Composite materials prepared using these binders have excellent physical and mechanical properties, good elasticity at low temperatures, and outstanding resistance to aqueous environments. However, they exhibit lower resistance to solvents, oils, gasoline and diesel oil. In contact with these materials the binder itself swells, but after evaporation of the liquid the composite regains its original properties. Because these polybutadiene prepolymer binders contain an aromatic diisocyanate, they tend to turn yellow and degrade when exposed to UV radiation. However, this degradation of the composite materials is only on the surface, and therefore does not affect the physical and mechanical properties and utility of the product. If necessary, the products from composite materials can be coated with protective layers or coatings. The product attributes are adhesion to non-polar materials, excellent electrical insulation properties, good low-temperature properties, hydrolysis resistance and very low moisture permeability.

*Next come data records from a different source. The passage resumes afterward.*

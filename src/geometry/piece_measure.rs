//! Length, area and nearest point of a piece.

use super::piece::Piece;
use super::point::{Point, pt};
use std::f64::consts::TAU;

/// Nodes and weights of the 8-point Gauss–Legendre rule on [−1, 1], positive half
/// (Abramowitz & Stegun, table 25.4).
const GAUSS: [(f64, f64); 4] = [
    (0.183_434_642_495_649_8, 0.362_683_783_378_362),
    (0.525_532_409_916_329, 0.313_706_645_877_887_3),
    (0.796_666_477_413_626_7, 0.222_381_034_453_374_48),
    (0.960_289_856_497_536_3, 0.101_228_536_290_376_26),
];

fn gauss(f: &impl Fn(f64) -> f64, a: f64, b: f64) -> f64 {
    let (m, h) = (0.5 * (a + b), 0.5 * (b - a));
    let sum: f64 = GAUSS
        .iter()
        .map(|(x, w)| w * (f(m - h * x) + f(m + h * x)))
        .sum();
    h * sum
}

/// ∫ f over [a, b]: halves until the halves agree with the whole to `tolerance`.
pub(super) fn integrate(f: &impl Fn(f64) -> f64, a: f64, b: f64, tolerance: f64) -> f64 {
    fn refine(f: &impl Fn(f64) -> f64, a: f64, b: f64, whole: f64, tol: f64, depth: u32) -> f64 {
        let m = 0.5 * (a + b);
        let (l, r) = (gauss(f, a, m), gauss(f, m, b));
        // The halves are 2¹⁶ times nearer than the whole once the rule converges.
        if depth >= 12 || (l + r - whole).abs() <= 1e3 * tol {
            return l + r;
        }
        refine(f, a, m, l, tol, depth + 1) + refine(f, m, b, r, tol, depth + 1)
    }
    refine(f, a, b, gauss(f, a, b), tolerance, 0)
}

impl Piece {
    /// Arc length.
    pub fn length(&self) -> f64 {
        match self {
            Self::Line { from, to } => (*to - *from).norm(),
            Self::Arc { radius, sweep, .. } => radius * sweep.abs(),
            _ => self.length_between(0.0, 1.0),
        }
    }

    /// Arc length from t0 to t1, t0 ≤ t1.
    pub fn length_between(&self, t0: f64, t1: f64) -> f64 {
        if let Self::Line { .. } | Self::Arc { .. } = self {
            return (t1 - t0) * self.length();
        }
        let speed = |t: f64| self.velocity(t).norm();
        let rough = gauss(&speed, t0, t1);
        integrate(&speed, t0, t1, 1e-15 * rough.abs())
    }

    /// Contribution to the area about the origin: ½ ∫ (x dy − y dx).
    pub fn area_term(&self) -> f64 {
        self.area_about(pt(0.0, 0.0))
    }

    /// Area swept by the vector from `c` to the piece, ½ ∫ (P − c) × dP. Summed over a loop it
    /// does not depend on `c`; a `c` nearby loses no digits.
    pub(super) fn area_about(&self, c: Point) -> f64 {
        match self {
            Self::Line { from, to } => 0.5 * (*from - c).cross(*to - c),
            Self::Arc {
                centre,
                radius,
                sweep,
                ..
            } => {
                let chord = self.end() - self.start();
                0.5 * (radius * radius * sweep + (*centre - c).cross(chord))
            }
            Self::Ellipse {
                centre,
                half_axes,
                sweep,
                ..
            } => {
                let chord = self.end() - self.start();
                0.5 * (half_axes.x * half_axes.y * sweep + (*centre - c).cross(chord))
            }
            // Degree 5: exact with 8 points.
            Self::Bezier { .. } => {
                gauss(&|t| 0.5 * (self.at(t) - c).cross(self.velocity(t)), 0., 1.)
            }
            Self::Offset { .. } => {
                let f = |t: f64| 0.5 * (self.at(t) - c).cross(self.velocity(t));
                let box_ = self.bounds();
                let size = box_.diagonal() * (box_.diagonal() + (box_.centre() - c).norm());
                integrate(&f, 0.0, 1.0, 1e-16 * size)
            }
        }
    }

    /// The nearest point of the piece to `p`: its t and its distance.
    pub fn nearest(&self, p: Point) -> (f64, f64) {
        match self {
            Self::Line { from, to } => {
                let d = *to - *from;
                let t = ((p - *from).dot(d) / d.dot(d)).clamp(0.0, 1.0);
                let t = if t.is_nan() { 0.0 } else { t };
                (t, (self.at(t) - p).norm())
            }
            Self::Arc {
                centre,
                radius,
                start,
                sweep,
            } => {
                let v = p - *centre;
                let along = ((v.angle() - start) * sweep.signum()).rem_euclid(TAU);
                if along <= sweep.abs() {
                    (along / sweep.abs(), (v.norm() - radius).abs())
                } else {
                    self.nearer_end(p)
                }
            }
            _ => self.nearest_searched(p),
        }
    }

    fn nearer_end(&self, p: Point) -> (f64, f64) {
        let (a, b) = ((self.start() - p).norm(), (self.end() - p).norm());
        if a <= b { (0.0, a) } else { (1.0, b) }
    }

    /// Samples the distance, then walks down from every sample that is a local minimum.
    fn nearest_searched(&self, p: Point) -> (f64, f64) {
        let n = match self {
            Self::Ellipse { sweep, .. } => 4 + (sweep.abs() * 2.5) as usize,
            Self::Bezier { .. } => 8,
            _ => 16,
        };
        let t = |k: usize| k as f64 / n as f64;
        let d: Vec<f64> = (0..=n).map(|k| (self.at(t(k)) - p).norm()).collect();
        let mut best = self.nearer_end(p);
        for k in 0..=n {
            let (lo, hi) = (k.saturating_sub(1), (k + 1).min(n));
            // Between samples the distance falls by no more than the way between them.
            if d[k] <= d[lo] && d[k] <= d[hi] {
                let found = self.foot_within(p, t(lo), t(hi), t(k));
                let distance = (self.at(found) - p).norm();
                if distance < best.1 {
                    best = (found, distance);
                }
            }
        }
        best
    }

    /// Root of (P(t) − p)·v(t) in [lo, hi]: Newton with curvature, kept in by bisection.
    fn foot_within(&self, p: Point, mut lo: f64, mut hi: f64, mut t: f64) -> f64 {
        if let Self::Offset { base, .. } = self {
            // Parallels share their normals; the base has no cusps.
            return base.foot_within(p, lo, hi, t);
        }
        let fine = 1e-16 * (1.0 + self.velocity(t).norm());
        for _ in 0..60 {
            let (r, v) = (self.at(t) - p, self.velocity(t));
            let f = r.dot(v);
            if f > 0.0 {
                hi = t;
            } else {
                lo = t;
            }
            let speed2 = v.dot(v);
            let bend = 1.0 + self.curvature(t) * r.dot(v.unit().left());
            let mut next = t - f / (speed2 * bend);
            if !(next > lo && next < hi) || bend <= 0.0 {
                next = 0.5 * (lo + hi);
            }
            let step = (next - t).abs();
            t = next;
            if step * speed2.sqrt() <= fine || hi - lo <= 1e-17 {
                break;
            }
        }
        t
    }

    /// Foot of the perpendicular from `p` within [lo, hi]; a value beyond the end it lies behind.
    pub(super) fn foot_in(&self, p: Point, lo: f64, hi: f64) -> f64 {
        if let Self::Offset { base, .. } = self {
            return base.foot_in(p, lo, hi);
        }
        let pull = |t: f64| {
            let v = self.velocity(t);
            (self.at(t) - p).dot(v) / v.dot(v)
        };
        let (a, b) = (pull(lo), pull(hi));
        if a >= 0.0 {
            return lo - a;
        }
        if b <= 0.0 {
            return hi - b;
        }
        self.foot_within(p, lo, hi, lo + (hi - lo) * a / (a - b))
    }
}

#[cfg(test)]
#[allow(clippy::unwrap_used)]
mod tests {
    use super::*;

    /// Complete elliptic integral of the second kind by the arithmetic–geometric mean
    /// (Abramowitz & Stegun 17.6): perimeter of an ellipse.
    fn ellipse_perimeter(a: f64, b: f64) -> f64 {
        let (mut x, mut y, mut sum, mut power) = (a, b, 0.0, 0.5);
        for _ in 0..12 {
            let c2 = x * x - y * y;
            sum += power * c2;
            (x, y) = (0.5 * (x + y), (x * y).sqrt());
            power *= 2.0;
        }
        // Σ 2ⁿ⁻¹ cₙ² with c₀² = a² − b²; perimeter = 2π (a² − Σ) / M.
        std::f64::consts::TAU * (a * a - sum) / x
    }

    fn ellipse(a: f64, b: f64) -> Piece {
        Piece::Ellipse {
            centre: pt(3., -2.),
            half_axes: pt(a, b),
            turn: 0.3,
            start: 0.2,
            sweep: TAU,
        }
    }

    #[test]
    fn the_perimeter_of_an_ellipse_is_the_elliptic_integral() {
        // c₀² of the textbook sum is a² − b²; later ones are (a − b)²/4 of the step before.
        for (a, b) in [(1.0, 1.0), (2.0, 1.0), (1.0, 0.1)] {
            let exact = ellipse_perimeter(a, b);
            let got = ellipse(a, b).length();
            assert!(
                (got - exact).abs() < 1e-14 * exact,
                "{a} {b}: {got} {exact}"
            );
        }
        let known = ellipse_perimeter(1.0, 0.5) - 4.844_224_110_273_838;
        // The sum of the c² cancels a little.
        assert!(known.abs() < 5e-14, "{known}");
    }

    #[test]
    fn the_area_between_parallels_is_steiners() {
        // A closed convex curve: offset outwards by d adds L d + π d².
        let e = ellipse(2.0, 1.0);
        let d = 0.3;
        let out = e.offset(-d).expect("no arc");
        let exact = e.area_term() + e.length() * d + std::f64::consts::PI * d * d;
        assert!((out.area_term() - exact).abs() < 1e-14 * exact);
        assert!((out.length() - e.length() - TAU * d).abs() < 1e-13);
    }

    #[test]
    fn no_sample_is_nearer_than_the_nearest() {
        let b = Piece::Bezier {
            points: [pt(0., 0.), pt(1., 2.), pt(3., -1.), pt(4., 1.)],
        };
        let all = [
            ellipse(2., 0.4).part(0.1, 0.8),
            b.offset(0.1).expect("no arc"),
            b,
            Piece::arc(pt(0.5, 0.5), 1.5, 2.0, -3.0),
        ];
        for p in all {
            for i in 0..100 {
                let q = pt(f64::from(i % 10) * 0.7 - 1.0, f64::from(i / 10) * 0.6 - 3.0);
                let (t, d) = p.nearest(q);
                assert!(((p.at(t) - q).norm() - d).abs() < 1e-14);
                let sampled = (0..=2000)
                    .map(|k| (p.at(f64::from(k) / 2000.0) - q).norm())
                    .fold(f64::INFINITY, f64::min);
                assert!(d <= sampled + 1e-14, "{p:?} {q:?}: {d} {sampled}");
            }
        }
    }
}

ConclusionsOne-component polyurethane coatings are used in a great variety of applications, such as for protection of steel structures and poles against corrosion. Binders for these coatings are isocyanate prepolymers based on the reaction of a polyol with an aromatic or an aliphatic diisocyanate. These polyurethane/polyurea coatings exhibit very good resistance to water and aqueous solutions of acids, bases and salts. However, materials prepared from the prepolymer based on MDI exhibit a low resistance to UV radiation. Therefore, these prepolymers are predominantly recommended for base anticorrosion coatings.
Resistance to water and aqueous solutions of acids, bases and salts is an attribute of this new Krasol series of products. In addition, these products offer good adhesion to non-polar materials, excellent electrical insulation properties, good low temperature properties, hydrolysis resistance and low moisture permeability. These attributes allow the formulator to produce corrosion-resistant coatings for a variety of metal substrates.